What lines of the material below include the string "startup"? Copy all of them.

»»

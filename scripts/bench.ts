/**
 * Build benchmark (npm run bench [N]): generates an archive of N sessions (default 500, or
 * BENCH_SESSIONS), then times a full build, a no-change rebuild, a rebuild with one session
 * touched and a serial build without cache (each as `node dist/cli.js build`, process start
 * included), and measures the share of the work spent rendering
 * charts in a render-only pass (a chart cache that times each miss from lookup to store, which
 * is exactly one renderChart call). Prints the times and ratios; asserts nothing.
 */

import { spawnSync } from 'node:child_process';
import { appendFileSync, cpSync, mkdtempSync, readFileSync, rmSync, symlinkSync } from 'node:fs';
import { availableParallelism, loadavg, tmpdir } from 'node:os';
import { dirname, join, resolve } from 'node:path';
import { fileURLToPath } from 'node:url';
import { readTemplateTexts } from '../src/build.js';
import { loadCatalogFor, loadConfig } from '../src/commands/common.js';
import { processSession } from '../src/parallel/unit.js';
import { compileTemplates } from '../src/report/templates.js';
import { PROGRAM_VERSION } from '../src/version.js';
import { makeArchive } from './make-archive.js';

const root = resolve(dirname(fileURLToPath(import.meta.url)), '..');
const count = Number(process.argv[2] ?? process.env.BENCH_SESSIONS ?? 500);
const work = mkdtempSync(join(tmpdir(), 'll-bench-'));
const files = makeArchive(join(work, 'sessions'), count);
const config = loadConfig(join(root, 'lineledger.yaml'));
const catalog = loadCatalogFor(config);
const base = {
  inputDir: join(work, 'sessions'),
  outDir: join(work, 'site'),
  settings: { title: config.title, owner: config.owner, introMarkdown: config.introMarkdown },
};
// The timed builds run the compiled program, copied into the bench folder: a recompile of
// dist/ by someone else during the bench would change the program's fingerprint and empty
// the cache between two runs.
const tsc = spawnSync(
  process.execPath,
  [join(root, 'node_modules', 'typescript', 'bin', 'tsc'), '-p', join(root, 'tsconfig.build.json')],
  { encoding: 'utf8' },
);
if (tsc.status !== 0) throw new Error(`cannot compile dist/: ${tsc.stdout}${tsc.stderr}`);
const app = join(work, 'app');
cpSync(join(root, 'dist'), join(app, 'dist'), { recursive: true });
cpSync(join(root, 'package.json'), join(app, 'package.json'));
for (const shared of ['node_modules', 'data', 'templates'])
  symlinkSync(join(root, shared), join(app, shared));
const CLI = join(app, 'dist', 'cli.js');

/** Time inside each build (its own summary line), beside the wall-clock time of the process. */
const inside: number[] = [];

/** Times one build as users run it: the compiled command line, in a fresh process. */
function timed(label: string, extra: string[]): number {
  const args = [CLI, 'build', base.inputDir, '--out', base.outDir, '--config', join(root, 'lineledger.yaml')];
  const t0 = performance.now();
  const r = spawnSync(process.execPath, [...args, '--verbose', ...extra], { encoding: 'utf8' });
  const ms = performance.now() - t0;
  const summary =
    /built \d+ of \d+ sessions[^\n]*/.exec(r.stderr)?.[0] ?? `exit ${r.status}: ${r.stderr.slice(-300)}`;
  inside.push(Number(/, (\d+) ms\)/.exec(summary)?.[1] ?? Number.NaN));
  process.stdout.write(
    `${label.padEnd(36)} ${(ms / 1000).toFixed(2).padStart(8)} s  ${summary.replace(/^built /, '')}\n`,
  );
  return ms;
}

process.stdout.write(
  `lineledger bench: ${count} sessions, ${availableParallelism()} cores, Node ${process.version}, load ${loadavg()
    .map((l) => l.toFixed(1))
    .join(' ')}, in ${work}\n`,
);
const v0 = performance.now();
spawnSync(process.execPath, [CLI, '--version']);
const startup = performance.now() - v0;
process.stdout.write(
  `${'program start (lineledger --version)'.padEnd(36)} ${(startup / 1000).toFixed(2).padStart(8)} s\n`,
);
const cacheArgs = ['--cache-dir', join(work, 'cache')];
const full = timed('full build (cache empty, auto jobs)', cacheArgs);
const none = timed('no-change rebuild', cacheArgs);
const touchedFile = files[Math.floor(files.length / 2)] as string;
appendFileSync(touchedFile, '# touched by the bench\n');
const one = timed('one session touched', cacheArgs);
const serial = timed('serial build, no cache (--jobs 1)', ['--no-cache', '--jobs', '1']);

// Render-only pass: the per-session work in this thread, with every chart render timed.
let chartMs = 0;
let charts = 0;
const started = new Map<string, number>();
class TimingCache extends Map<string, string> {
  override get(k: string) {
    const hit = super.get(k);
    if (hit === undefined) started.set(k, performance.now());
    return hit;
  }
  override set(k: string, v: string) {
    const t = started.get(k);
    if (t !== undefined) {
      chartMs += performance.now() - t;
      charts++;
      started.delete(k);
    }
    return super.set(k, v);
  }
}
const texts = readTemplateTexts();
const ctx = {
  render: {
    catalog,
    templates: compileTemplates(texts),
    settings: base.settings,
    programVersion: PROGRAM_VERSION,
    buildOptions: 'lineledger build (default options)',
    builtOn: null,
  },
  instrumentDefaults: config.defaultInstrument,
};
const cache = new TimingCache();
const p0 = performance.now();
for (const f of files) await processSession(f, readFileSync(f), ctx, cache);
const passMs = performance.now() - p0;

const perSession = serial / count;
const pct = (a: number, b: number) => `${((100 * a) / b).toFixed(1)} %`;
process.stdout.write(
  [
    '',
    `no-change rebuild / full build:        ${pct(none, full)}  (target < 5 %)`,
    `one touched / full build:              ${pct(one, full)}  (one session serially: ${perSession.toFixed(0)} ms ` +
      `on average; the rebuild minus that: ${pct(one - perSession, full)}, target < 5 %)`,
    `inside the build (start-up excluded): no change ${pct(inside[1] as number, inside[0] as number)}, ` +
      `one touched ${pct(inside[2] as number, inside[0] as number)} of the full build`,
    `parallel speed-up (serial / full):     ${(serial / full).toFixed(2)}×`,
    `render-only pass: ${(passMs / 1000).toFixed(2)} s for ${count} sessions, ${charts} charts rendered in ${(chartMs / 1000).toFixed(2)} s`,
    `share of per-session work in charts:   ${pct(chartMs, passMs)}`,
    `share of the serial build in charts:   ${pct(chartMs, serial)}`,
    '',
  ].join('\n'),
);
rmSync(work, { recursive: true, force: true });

««
»»

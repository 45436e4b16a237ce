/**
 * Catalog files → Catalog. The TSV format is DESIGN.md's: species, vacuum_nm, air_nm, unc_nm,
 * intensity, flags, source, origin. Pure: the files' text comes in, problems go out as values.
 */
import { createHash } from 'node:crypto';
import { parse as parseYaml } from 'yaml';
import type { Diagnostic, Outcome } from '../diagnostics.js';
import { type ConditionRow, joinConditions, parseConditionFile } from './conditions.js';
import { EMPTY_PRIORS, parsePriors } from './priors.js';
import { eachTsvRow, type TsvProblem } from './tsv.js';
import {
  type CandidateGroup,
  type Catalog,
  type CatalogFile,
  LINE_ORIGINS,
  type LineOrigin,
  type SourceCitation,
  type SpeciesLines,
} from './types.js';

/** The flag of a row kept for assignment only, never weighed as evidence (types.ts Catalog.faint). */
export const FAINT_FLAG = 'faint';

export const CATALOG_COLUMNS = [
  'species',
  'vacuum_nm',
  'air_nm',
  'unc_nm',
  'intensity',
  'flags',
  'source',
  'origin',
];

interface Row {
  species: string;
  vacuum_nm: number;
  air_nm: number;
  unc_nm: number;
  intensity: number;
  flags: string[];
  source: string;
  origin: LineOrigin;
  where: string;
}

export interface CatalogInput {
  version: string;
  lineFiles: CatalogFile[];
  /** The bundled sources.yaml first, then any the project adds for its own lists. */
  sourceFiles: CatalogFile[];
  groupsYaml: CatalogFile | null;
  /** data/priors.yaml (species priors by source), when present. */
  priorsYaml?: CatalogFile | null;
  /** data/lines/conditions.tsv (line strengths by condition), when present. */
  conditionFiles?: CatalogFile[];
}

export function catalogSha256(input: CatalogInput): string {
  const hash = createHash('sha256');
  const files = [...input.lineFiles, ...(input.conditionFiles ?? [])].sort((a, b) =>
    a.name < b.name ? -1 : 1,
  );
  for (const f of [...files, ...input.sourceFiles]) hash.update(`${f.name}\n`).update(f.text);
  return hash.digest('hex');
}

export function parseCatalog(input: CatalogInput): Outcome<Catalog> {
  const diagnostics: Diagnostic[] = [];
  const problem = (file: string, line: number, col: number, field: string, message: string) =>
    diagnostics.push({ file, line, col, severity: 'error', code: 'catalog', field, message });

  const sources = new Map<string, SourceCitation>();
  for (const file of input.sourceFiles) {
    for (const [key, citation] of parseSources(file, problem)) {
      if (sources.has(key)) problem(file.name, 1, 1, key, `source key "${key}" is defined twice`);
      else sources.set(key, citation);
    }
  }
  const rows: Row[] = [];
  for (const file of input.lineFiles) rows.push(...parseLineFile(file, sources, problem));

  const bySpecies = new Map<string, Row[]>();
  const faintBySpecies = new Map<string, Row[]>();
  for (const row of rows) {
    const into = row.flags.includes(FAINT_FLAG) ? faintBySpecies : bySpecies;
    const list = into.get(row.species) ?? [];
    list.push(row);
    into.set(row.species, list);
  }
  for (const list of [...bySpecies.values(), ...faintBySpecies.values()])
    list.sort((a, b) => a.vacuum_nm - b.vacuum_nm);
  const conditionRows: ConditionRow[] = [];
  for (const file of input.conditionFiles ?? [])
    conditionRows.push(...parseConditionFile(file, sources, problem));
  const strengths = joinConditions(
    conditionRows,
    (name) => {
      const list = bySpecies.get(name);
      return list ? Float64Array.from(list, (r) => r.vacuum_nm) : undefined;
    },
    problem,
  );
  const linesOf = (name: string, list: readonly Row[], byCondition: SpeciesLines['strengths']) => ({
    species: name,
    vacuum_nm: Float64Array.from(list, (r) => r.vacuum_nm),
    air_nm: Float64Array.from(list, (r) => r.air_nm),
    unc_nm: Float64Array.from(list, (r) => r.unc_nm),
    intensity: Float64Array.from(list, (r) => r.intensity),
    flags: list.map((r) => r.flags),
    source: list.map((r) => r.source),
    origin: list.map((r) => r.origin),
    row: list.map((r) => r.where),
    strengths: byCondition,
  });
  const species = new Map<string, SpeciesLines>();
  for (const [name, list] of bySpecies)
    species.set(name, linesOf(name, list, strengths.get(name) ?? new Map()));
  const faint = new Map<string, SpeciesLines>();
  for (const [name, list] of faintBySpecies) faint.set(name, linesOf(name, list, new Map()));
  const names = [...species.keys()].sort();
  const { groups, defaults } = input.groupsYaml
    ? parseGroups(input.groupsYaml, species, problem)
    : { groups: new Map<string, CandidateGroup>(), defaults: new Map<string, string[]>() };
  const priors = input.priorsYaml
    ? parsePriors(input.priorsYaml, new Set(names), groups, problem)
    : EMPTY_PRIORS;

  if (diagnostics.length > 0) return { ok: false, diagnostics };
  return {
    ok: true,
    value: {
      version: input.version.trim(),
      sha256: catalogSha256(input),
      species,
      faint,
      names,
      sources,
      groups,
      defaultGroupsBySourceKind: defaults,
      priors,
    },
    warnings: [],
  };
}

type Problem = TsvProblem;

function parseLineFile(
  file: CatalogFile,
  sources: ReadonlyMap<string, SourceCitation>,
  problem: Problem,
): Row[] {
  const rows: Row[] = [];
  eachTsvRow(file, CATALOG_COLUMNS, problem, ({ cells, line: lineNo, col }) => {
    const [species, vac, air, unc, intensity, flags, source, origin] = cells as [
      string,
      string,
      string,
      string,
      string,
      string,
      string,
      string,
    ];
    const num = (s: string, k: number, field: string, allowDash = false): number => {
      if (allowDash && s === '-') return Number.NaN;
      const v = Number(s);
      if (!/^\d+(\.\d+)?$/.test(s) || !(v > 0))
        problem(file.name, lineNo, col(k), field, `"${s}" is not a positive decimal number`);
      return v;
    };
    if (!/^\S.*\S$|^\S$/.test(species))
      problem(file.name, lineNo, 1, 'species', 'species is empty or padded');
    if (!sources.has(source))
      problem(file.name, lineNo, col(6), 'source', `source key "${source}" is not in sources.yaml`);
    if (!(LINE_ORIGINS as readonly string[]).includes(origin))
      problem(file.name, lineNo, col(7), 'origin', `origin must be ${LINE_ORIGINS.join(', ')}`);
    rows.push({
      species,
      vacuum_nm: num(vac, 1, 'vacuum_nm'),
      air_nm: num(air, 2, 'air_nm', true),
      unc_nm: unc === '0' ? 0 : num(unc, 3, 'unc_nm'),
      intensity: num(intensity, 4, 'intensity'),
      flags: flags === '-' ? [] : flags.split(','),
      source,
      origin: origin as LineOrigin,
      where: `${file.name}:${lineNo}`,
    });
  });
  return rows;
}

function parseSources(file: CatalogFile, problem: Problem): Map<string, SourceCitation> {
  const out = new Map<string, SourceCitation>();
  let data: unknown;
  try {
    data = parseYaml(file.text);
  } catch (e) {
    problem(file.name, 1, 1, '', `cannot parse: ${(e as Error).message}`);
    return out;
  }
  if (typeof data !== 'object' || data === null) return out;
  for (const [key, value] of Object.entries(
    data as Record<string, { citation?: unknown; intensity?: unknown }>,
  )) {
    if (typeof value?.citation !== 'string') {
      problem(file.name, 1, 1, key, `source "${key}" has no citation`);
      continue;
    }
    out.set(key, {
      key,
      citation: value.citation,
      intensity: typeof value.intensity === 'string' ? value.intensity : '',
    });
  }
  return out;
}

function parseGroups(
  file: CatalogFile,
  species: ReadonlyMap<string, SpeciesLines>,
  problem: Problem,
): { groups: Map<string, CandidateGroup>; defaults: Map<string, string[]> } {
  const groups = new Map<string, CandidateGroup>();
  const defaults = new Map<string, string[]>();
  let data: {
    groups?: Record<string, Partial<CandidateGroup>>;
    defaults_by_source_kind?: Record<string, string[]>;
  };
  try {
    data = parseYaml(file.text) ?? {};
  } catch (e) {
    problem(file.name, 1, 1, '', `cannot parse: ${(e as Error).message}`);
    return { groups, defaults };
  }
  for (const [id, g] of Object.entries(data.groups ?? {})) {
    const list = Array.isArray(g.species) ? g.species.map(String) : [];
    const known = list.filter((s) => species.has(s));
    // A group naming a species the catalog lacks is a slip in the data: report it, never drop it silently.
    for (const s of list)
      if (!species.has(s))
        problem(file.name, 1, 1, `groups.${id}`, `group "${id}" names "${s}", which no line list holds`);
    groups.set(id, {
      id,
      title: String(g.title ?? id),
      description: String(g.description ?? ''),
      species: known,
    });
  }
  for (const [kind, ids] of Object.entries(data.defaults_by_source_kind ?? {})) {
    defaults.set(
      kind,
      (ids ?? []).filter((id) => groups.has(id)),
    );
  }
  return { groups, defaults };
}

««

▶ [Finished exercise]:
const startup = performance.now() - v0;
  `${'program start (lineledger --version)'.padEnd(36)} ${(startup / 1000).toFixed(2).padStart(8)} s\n`,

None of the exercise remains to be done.